# Lenovo ThinkPad Hybrid USB-C with USB-A Dock



## jbo (Oct 25, 2021)

I have a dock from Lenovo named _"Lenovo ThinkPad Hybrid USB-C with USB-A Dock"_.
As per my understanding, this is a Thunderbolt dock with some USB backwards compatibility (there is a simple USB-C to USB-A adapter hanging on one end of the Thunderbolt cable.

I am trying to understand what needs to happen in order to use this dock with FreeBSD (currently I'm on 13.0-RELEASE).

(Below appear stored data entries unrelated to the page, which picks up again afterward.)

def labelled_pool(
    sources: Sources, settings: DumpSettings, wanted: int, seed: int, quiet: bool
) -> Pool:
    """Choose up to `wanted` labelled patches of each class, evenly over their groups.

    Raises
    ------
    ValueError
        If no patch has a label, there are fewer than two classes, or a class has one patch.
    """
    pool = Pool([])
    entries = sources.entries.select(["source", "label", "group"]).to_pylist()
    unlabelled = 0
    min_valid = float(settings.transformer.min_valid)
    for item, cut in _all_cuts(sources, settings, pool, quiet):
        entry = entries[item.entry]
        reasons = [
            cut.damage or cut.infinite(k) or refusal(fraction, min_valid)
            for k, fraction in enumerate(cut.fractions.tolist())
        ]
        good = np.array([reason is None for reason in reasons])
        places = cut.positions + np.array([cut.top, cut.left])
        for k in np.flatnonzero(~good):
            where = f"{entry['source']} row {places[k][0]}, column {places[k][1]}"
            pool.left_out.append((where, reasons[k]))
        if not good.any():
            continue
        kept = cut.chosen(good)
        labels = [entry["label"]] * len(kept)
        if cut.truth is not None:
            labels = kept.label(cut.truth, settings.truth_rule).labels.tolist()
        group = entry["group"] if entry["group"] is not None else entry["source"]
        bounds = (0, 0, item.rows, item.cols)
        for label, (row, col) in zip(labels, places[good].tolist(), strict=True):
            unlabelled += label is None
            if label is not None:
                own = (item.entry, item.page, row, col, *cut.size, bounds, label, group, -1)
                pool.places.append(Place(*own))
    if not pool.places and unlabelled:
        raise ValueError(
            "no patch has a label; name where labels come from (label_from), or compare with "
            'protocol="halves", where every image is a class of its own'
        )
    if unlabelled:
        pool.left_out.append((number(unlabelled, "patch", "patches"), "no label"))
    pool.places = _drawn(pool.places, wanted, seed)
    _require_classes(pool, "two classes at least are needed")
    counts = Counter(place.label for place in pool.places)
    if single := [repr(label) for label, count in counts.items() if count < 2]:
        raise ValueError(
            f"classes {', '.join(single)} have one patch each; label more of them, or leave the "
            "classes out"
        )
    _read_scenes(pool, sources, settings, quiet)
    return pool
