"""The demonstration data set: simulated height maps of powder-coated panels, as files."""

import csv
import itertools
import os
import shutil
import tempfile
from pathlib import Path
from typing import Any

import tifffile
from tqdm import tqdm

from mfeat import _checks
from mfeat.surfaces import PANEL_CONDITIONS, simulate_panel

MANIFEST = "manifest.csv"

#: Columns of the manifest. Paths are relative to its folder; the pitch is in `unit`.
MANIFEST_COLUMNS = ("path", "label", "group", "truth", "pitch_x", "pitch_y", "unit")


def write_demo(
    folder: Any, panels: int = 4, *, side: int = 512, pitch: float = 10.0, seed: int = 0
) -> Path:
    """Write simulated panels of every condition as TIFF files, with their truth and a manifest.

    Parameters
    ----------
    folder : path-like
        Made if it does not exist; refused if it holds anything, so that nothing is overwritten.
        The files appear when all are complete; an interrupted run leaves none of them.
    panels : int, default 4
        Panels of each condition, up to 10,000.
    side : int, default 512
        Side of a panel in pixels, 16 to 16,384.
    pitch : float, default 10.0
        Pixel pitch in micrometres, 0.01 to 10,000.
    seed : int, default 0
        Seed of the first panel of each condition; the others count on from it.

    Returns
    -------
    pathlib.Path
        The manifest, a CSV file with the columns of `MANIFEST_COLUMNS`: height maps are float32
        micrometres with NaN for missing pixels, truth images uint8 with 0 for sound pixels and
        otherwise the position of the label in `mfeat.surfaces.PANEL_CONDITIONS`.

    Raises
    ------
    FileExistsError, NotADirectoryError
        If the folder is not empty, or lies below a file.
    OSError
        If it cannot be written.
    ValueError, TypeError
        For sizes that make no panel.

    Examples
    --------
    >>> import tempfile
    >>> from pathlib import Path
    >>> from mfeat.demo import write_demo
    >>> with tempfile.TemporaryDirectory() as folder:
    ...     manifest = write_demo(Path(folder) / "demo", panels=1, side=32)
    ...     print(manifest.read_text().splitlines()[1])
    heights/sound_0000.tif,sound,sound_0000,truth/sound_0000.tif,10.0,10.0,um
    """
    panels = _checks.integer("panels", panels, minimum=1, maximum=10_000)
    seed = _checks.integer("seed", seed, minimum=0, maximum=2**63)
    side = _checks.integer("side", side, minimum=16, maximum=16_384)
    pitch = _checks.real("pitch", pitch, minimum=0.01, maximum=1e4)
    if not isinstance(folder, str | os.PathLike) or not str(folder):
        raise TypeError(f"folder must be a path; got {folder!r}")
    folder = Path(folder)
    if folder.exists() and (not folder.is_dir() or any(folder.iterdir())):
        raise FileExistsError(
            f"{folder} exists and is not an empty folder; name a new one, or empty it first"
        )
    parent = folder.absolute().parent
    if any(above.exists() and not above.is_dir() for above in (parent, *parent.parents)):
        raise NotADirectoryError(f"{folder} lies below a file; name a folder")
    parent.mkdir(parents=True, exist_ok=True)
    # Written aside and renamed at the end, so nothing half done bears its final name.
    existing = folder.is_dir()
    target = folder.resolve() if existing else folder
    aside = Path(tempfile.mkdtemp(prefix=".unfinished-", dir=target if existing else parent))
    try:
        work = aside / "demo"
        work.mkdir()
        _write_files(work, panels, side, pitch, seed)
        if existing:  # a folder of the user's keeps its place and its permissions
            for name in ("heights", "truth", MANIFEST):
                (work / name).rename(target / name)
        else:
            work.rename(target)
    finally:
        shutil.rmtree(aside, ignore_errors=True)
    return folder / MANIFEST


def _write_files(folder: Path, panels: int, side: int, pitch: float, seed: int) -> None:
    for name in ("heights", "truth"):
        (folder / name).mkdir()
    rows = []
    wanted = itertools.product(PANEL_CONDITIONS, range(seed, seed + panels))
    total = panels * len(PANEL_CONDITIONS)
    for condition, number in tqdm(wanted, "panels", total, disable=None):
        panel = simulate_panel(condition, number, (side, side), pitch)
        name = f"{condition}_{number:04d}"
        tifffile.imwrite(folder / "heights" / f"{name}.tif", panel.height)
        tifffile.imwrite(folder / "truth" / f"{name}.tif", panel.truth, compression="zlib")
        rows.append(
            (f"heights/{name}.tif", condition, name, f"truth/{name}.tif", pitch, pitch, "um")
        )
    with (folder / MANIFEST).open("w", newline="", encoding="utf-8") as stream:
        writer = csv.writer(stream, lineterminator="\n")
        writer.writerow(MANIFEST_COLUMNS)
        writer.writerows(rows)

Here's `dmesg` after plugging the dock into a Thunderbolt port on a Lenovo ThinkPad P2000:

```
ugen0.8: <VIA Labs, Inc. USB2.0 Hub> at usbus0
uhub2 on uhub0
uhub2: <VIA Labs, Inc. USB2.0 Hub, class 9/0, rev 2.10/55.43, addr 7> on usbus0
uhub2: MTT enabled
uhub2: 4 ports with 1 removable, self powered
ugen0.9: <VIA Labs, Inc. USB2.0 Hub> at usbus0
uhub3 on uhub2
uhub3: <VIA Labs, Inc. USB2.0 Hub, class 9/0, rev 2.10/55.44, addr 8> on usbus0
uhub3: MTT enabled
uhub_reattach_port: port 3 U1 timeout failed, error=USB_ERR_IOERROR
uhub_reattach_port: port 3 U2 timeout failed, error=USB_ERR_IOERROR
ugen1.2: <VIA Labs, Inc. USB3.1 Hub> at usbus1
uhub4 on uhub1
uhub4: <VIA Labs, Inc. USB3.1 Hub, class 9/0, rev 3.10/55.43, addr 1> on usbus1
uhub3: 4 ports with 3 removable, self powered
ugen0.10: <vendor 0x1a40 USB 2.0 Hub MTT> at usbus0
uhub5 on uhub3
uhub5: <vendor 0x1a40 USB 2.0 Hub MTT, class 9/0, rev 2.00/1.00, addr 9> on usbus0
uhub5: MTT enabled
uhub4: 4 ports with 1 removable, self powered
uhub5: 4 ports with 3 removable, self powered
ugen1.3: <DisplayLink ThinkPad Hybrid USB-C with USB-A Dock> at usbus1
ugen0.11: <Cypress Semiconductor Billboard Device> at usbus0
uhid1 on uhub5
uhid1: <HID Interface> on usbus0
ugen1.4: <Lenovo ThinkPad Lan> at usbus1
ugen1.5: <VIA Labs, Inc. USB3.1 Hub> at usbus1
uhub6 on uhub4
uhub6: <VIA Labs, Inc. USB3.1 Hub, class 9/0, rev 3.10/55.44, addr 4> on usbus1
ng_ubt: HCI command 0xfc05 timed out
uhub6: 4 ports with 3 removable, self powered
uaudio0 on uhub4
uaudio0: <Lenovo USB Audio> on usbus1
uaudio0: Play[0]: 48000 Hz, 6 ch, 16-bit S-LE PCM format, 2x8ms buffer.
uaudio0: Record[0]: 48000 Hz, 2 ch, 16-bit S-LE PCM format, 2x8ms buffer.
uaudio0: No MIDI sequencer.
pcm6: <USB audio> on uaudio0
uaudio0: No HID volume keys found.
```

After plugging it in, `xrandr` still only shows the internal display.
Furthermore, I don't see an ethernet device showing up either.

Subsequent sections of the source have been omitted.